Ursprung

Im Zuge der Verhandlungen zwischen dem Senat und den Geflüchteten vom Oranienplatzes wurde im März 2014 ein sogenanntes Einigungspapier vorgelegt, dass den Erhalt der Informations- und Protestplattform am Oranienplatz, eine umfassende Prüfung der Einzelfallverfahren inkl. Beratung der Geflüchteten durch die Ausländerbehörde umfasst. Weitere Unterstützung wurde von den Wohlfahrtsverbänden Caritas und Diakonie sowie der Integrationsbeauftragten zugesagt. Weiterhin wurde den Geflüchteten Unterstützung und Begleitung bei der Entwicklung ihrer beruflichen Perspektiven zugesagt, u.a. der Zugang zur Berufsausbildung, zum Studium und zum Arbeitsmarkt. Die Senatorin Kolat selbst sicherte den Flüchtlingen zu, sich für deren Kernanliegen, einer notwendigen Reform von Dublin III sowie der Abschaffung der Residenzpflicht einzusetzen. Unterstützt wurde das Einigungspapier noch von der Regierungserklärung des Regierenden Bürgermeisters von Berlin, Herrn Klaus Wowereit, am 10.04.2014 zur Flüchtlingspolitik in Berlin.

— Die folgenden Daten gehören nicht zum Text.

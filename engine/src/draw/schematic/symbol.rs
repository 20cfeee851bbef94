//! The two-terminal symbols (IEC 60617): a rectangle for a resistor, two plates for a
//! capacitor (with `+` at the positive plate when it is polarised), a circle with a line
//! along the terminals for a voltage source and across them with an arrow for a current
//! source, a triangle with a hooked bar for a Schottky diode; each queues its label.

use super::sheet::{Label, Pt, Shape, Sheet, GREY, INK};
use super::value_text;
use crate::circuit::{is_decoupling, PartKind};
use crate::draw::svg::{Anchor, BoxRect, Segment};

impl Sheet<'_> {
    /// Two-terminal part `i` from `a` (node `na`) to `b` (node `nb`), `a` and `b` in line;
    /// `wired` false draws the leads as plain strokes (the fallback area).
    pub(super) fn two(&mut self, i: usize, a: Pt, na: &str, b: Pt, nb: &str, wired: bool) {
        let c = self.c;
        let Some(p) = c.parts.get(i) else { return };
        let pen = self.pen(p.bench);
        let len = (b.0 - a.0).hypot(b.1 - a.1).max(1e-9);
        let (ux, uy) = ((b.0 - a.0) / len, (b.1 - a.1) / len);
        let (px, py) = (-uy, ux);
        let vertical = uy.abs() > ux.abs();
        let m = ((a.0 + b.0) / 2.0, (a.1 + b.1) / 2.0);
        let half = match p.kind {
            PartKind::Capacitor => 4.0,
            PartKind::Diode => 9.0,
            PartKind::VoltageSource | PartKind::CurrentSource => 16.0,
            _ => 20.0,
        };
        let s = (m.0 - ux * half, m.1 - uy * half);
        let e = (m.0 + ux * half, m.1 + uy * half);
        self.svg.open_group("part", &p.reference);
        self.svg.segment(a, s, if wired { na } else { "" }, pen);
        self.svg.segment(e, b, if wired { nb } else { "" }, pen);
        self.leads.push(Segment::new(a, s, na));
        self.leads.push(Segment::new(e, b, nb));
        let at = |q: Pt, w: f64| ((q.0 + px * w, q.1 + py * w), (q.0 - px * w, q.1 - py * w));
        let fs = self.cfg.font_size;
        let colour = if p.bench { GREY } else { INK };
        let corners = match p.kind {
            PartKind::Capacitor => {
                let (s1, s2) = at(s, 13.0);
                let (e1, e2) = at(e, 13.0);
                self.svg.segment(s1, s2, "", pen);
                self.svg.segment(e1, e2, "", pen);
                let polarised = match p.dielectric {
                    Some(d) => d == crate::ratings::Dielectric::Electrolytic,
                    None => p.value >= self.cfg.polarised_from && !is_decoupling(p),
                };
                if polarised {
                    self.polarised = true;
                    let v = |n: &str| self.pol.as_ref().and_then(|o| o.voltage(n));
                    let at_a = match (v(na), v(nb)) {
                        (Some(x), Some(y)) => x >= y,
                        _ => true,
                    };
                    let (q, out) = if at_a { (s, -1.0) } else { (e, 1.0) };
                    let c =
                        if vertical { (m.0 - 21.0, q.1 + out * uy * 8.0) } else { (q.0 + out * ux * 9.0, m.1 - 12.0) };
                    self.svg.text(c.0, c.1 + 0.35 * fs, "+", fs, Anchor::Middle, colour, "bold", "");
                }
                vec![s1, s2, e1, e2]
            }
            PartKind::VoltageSource => {
                self.svg.circle(m, 16.0, "none", Some(pen));
                self.svg.line(s, e, pen);
                // The + terminal is the source's first node.
                let q = if p.nodes.first().map(|n| n == na).unwrap_or(true) { s } else { e };
                let c = (m.0 + 0.55 * (q.0 - m.0) + px * 24.0, m.1 + 0.55 * (q.1 - m.1) + py * 24.0);
                self.svg.text(c.0, c.1 + 0.35 * fs, "+", fs, Anchor::Middle, colour, "bold", "");
                vec![(m.0 - 16.0, m.1 - 16.0), (m.0 + 16.0, m.1 + 16.0)]
            }
            PartKind::CurrentSource => {
                // A circle with a line across the terminals' direction, and an arrow beside
                // it pointing the way the current flows (into the second node).
                self.svg.circle(m, 16.0, "none", Some(pen));
                let (c1, c2) = at(m, 16.0);
                self.svg.line(c1, c2, pen);
                let into_b = p.nodes.get(1).map(|n| n == nb).unwrap_or(true);
                let (dx, dy) = if into_b { (ux, uy) } else { (-ux, -uy) };
                let base = (m.0 + px * 26.0, m.1 + py * 26.0);
                let (t0, t1) = ((base.0 - dx * 12.0, base.1 - dy * 12.0), (base.0 + dx * 12.0, base.1 + dy * 12.0));
                self.svg.line(t0, t1, pen);
                let head = [
                    t1,
                    (t1.0 - dx * 6.0 + px * 4.0, t1.1 - dy * 6.0 + py * 4.0),
                    (t1.0 - dx * 6.0 - px * 4.0, t1.1 - dy * 6.0 - py * 4.0),
                ];
                self.svg.polygon(&head, colour, pen);
                vec![
                    (m.0 - 16.0, m.1 - 16.0),
                    (m.0 + 16.0, m.1 + 16.0),
                    (base.0 - 6.0, base.1 - 12.0),
                    (base.0 + 6.0, base.1 + 12.0),
                ]
            }
            PartKind::Diode => {
                // Triangle from the anode (the first node) to the bar at the cathode; the
                // bar's hooked ends mark a Schottky diode.
                let forward = p.nodes.first().map(|n| n == na).unwrap_or(true);
                let (base, tip, d) = if forward { (s, e, (ux, uy)) } else { (e, s, (-ux, -uy)) };
                let (b1, b2) = at(base, 9.0);
                let (t1, t2) = at(tip, 9.0);
                self.svg.polygon(&[b1, b2, tip], "#ffffff", pen);
                self.svg.segment(t1, t2, "", pen);
                let (h1, h2) = ((t1.0 - d.0 * 4.0, t1.1 - d.1 * 4.0), (t2.0 + d.0 * 4.0, t2.1 + d.1 * 4.0));
                self.svg.line(t1, h1, pen);
                self.svg.line(h1, (h1.0 + (t2.0 - t1.0) * 0.17, h1.1 + (t2.1 - t1.1) * 0.17), pen);
                self.svg.line(t2, h2, pen);
                self.svg.line(h2, (h2.0 - (t2.0 - t1.0) * 0.17, h2.1 - (t2.1 - t1.1) * 0.17), pen);
                vec![b1, b2, t1, t2, h1, h2]
            }
            _ => {
                let (s1, s2) = at(s, 7.0);
                let (e1, e2) = at(e, 7.0);
                self.svg.polygon(&[s1, e1, e2, s2], "#ffffff", pen);
                vec![s1, s2, e1, e2]
            }
        };
        self.svg.close_group();
        let (x0, x1) = corners.iter().fold((f64::MAX, f64::MIN), |(l, h), c| (l.min(c.0), h.max(c.0)));
        let (y0, y1) = corners.iter().fold((f64::MAX, f64::MIN), |(l, h), c| (l.min(c.1), h.max(c.1)));
        let body = BoxRect::new(x0, y0, x1 - x0, y1 - y0);
        self.svg.keepout.push(body.clone());
        let shape = if vertical { Shape::Vertical } else { Shape::Horizontal };
        let below_first = !vertical && m.1 > self.row_y + 60.0;
        self.labels.push(Label { lines: vec![p.reference.clone(), value_text(p)], body, shape, colour, below_first });
        self.done[i] = true;
    }
}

Zwischenzeitlich (September 2014)  steht fest, dass sich bisher für keinen Geflüchteten die Situation in Berlin verbessert hat, kein Verfahren wurde vom Land Berlin übernommen, viele Geflüchtete müssen ihre Abschiebung befürchten. In keinem Fall wurde nach humanitären Einzellösungen gesucht. Den Geflüchteten wurden aufgefordert die Unterkünfte zu verlassen, was dazu geführt hat, dass einige von ihnen Unterkünfte besetzen und drohten vom Dach zu springen. Auch das hat nicht zum Einlenken der Handelnden des Senats geführt, den so „Eingeschlossenen“ wurde Nahrungs- und Wasserzufuhr verwehrt. Die hat wiederum für Protest der Zivilgesellschaft, der Unterstützer*innen der Geflüchteten und von Wohlfahrtsorganisationen und Kirchengemeinden gesorgt. Letztere haben nun nach der Besetzung der Thomaskirche einigen Geflüchteten zeitweise Unterkünfte zur Verfügung gestellt bzw. vermittelt, der Senat hat nichts dergleichen getan.

Fabio Reinhardt, der flüchtlingspolitische Sprecher der Piratenfraktion, hat den Unmut der Piratenfraktion bereits am 25.08.2014 zum Ausdruck gebracht, als die ersten Geflüchteten aufgefordert wurden, ihre Unterkünfte zu verlassen. Zum Einigungspapier selbst hat er eine Schriftliche Anfrage an den Senat gestellt.

Inhalt

Mit dem gemeinsamen Antrag der Oppositionsfraktionen soll ein Beschluss gefasst werden, der die Empörung der Abgeordnetenhauses zum Verhalten des Senats von Berlin zum Ausdruck bringt und in auffordert:

  • der wachsenden Zahl von Geflüchteten in Berlin mit humanitärem Umgang, menschenwürdigen Unterkünften, Rechtsaufklärung, Respekt und Offenheit zu begegnen;
  • das Einigungspapier Oranienplatz im Umgang mit den Geflüchteten vom Oranienplatz und der Gerhart-Hauptmann-Schule vollumfänglich umzusetzen;
  • sich auf Bundesebene intensiv für eine Reform der Flüchtlingspolitik einzusetzen.

Parlament

Der Antrag wird am 18.09.2014 als Priorität der Fraktion Die Linke behandelt, der flüchtlingspolitische Sprecher der Piratenfraktion, Fabio Reinhardt,  wird den Antrag seitens unserer Fraktion begründen.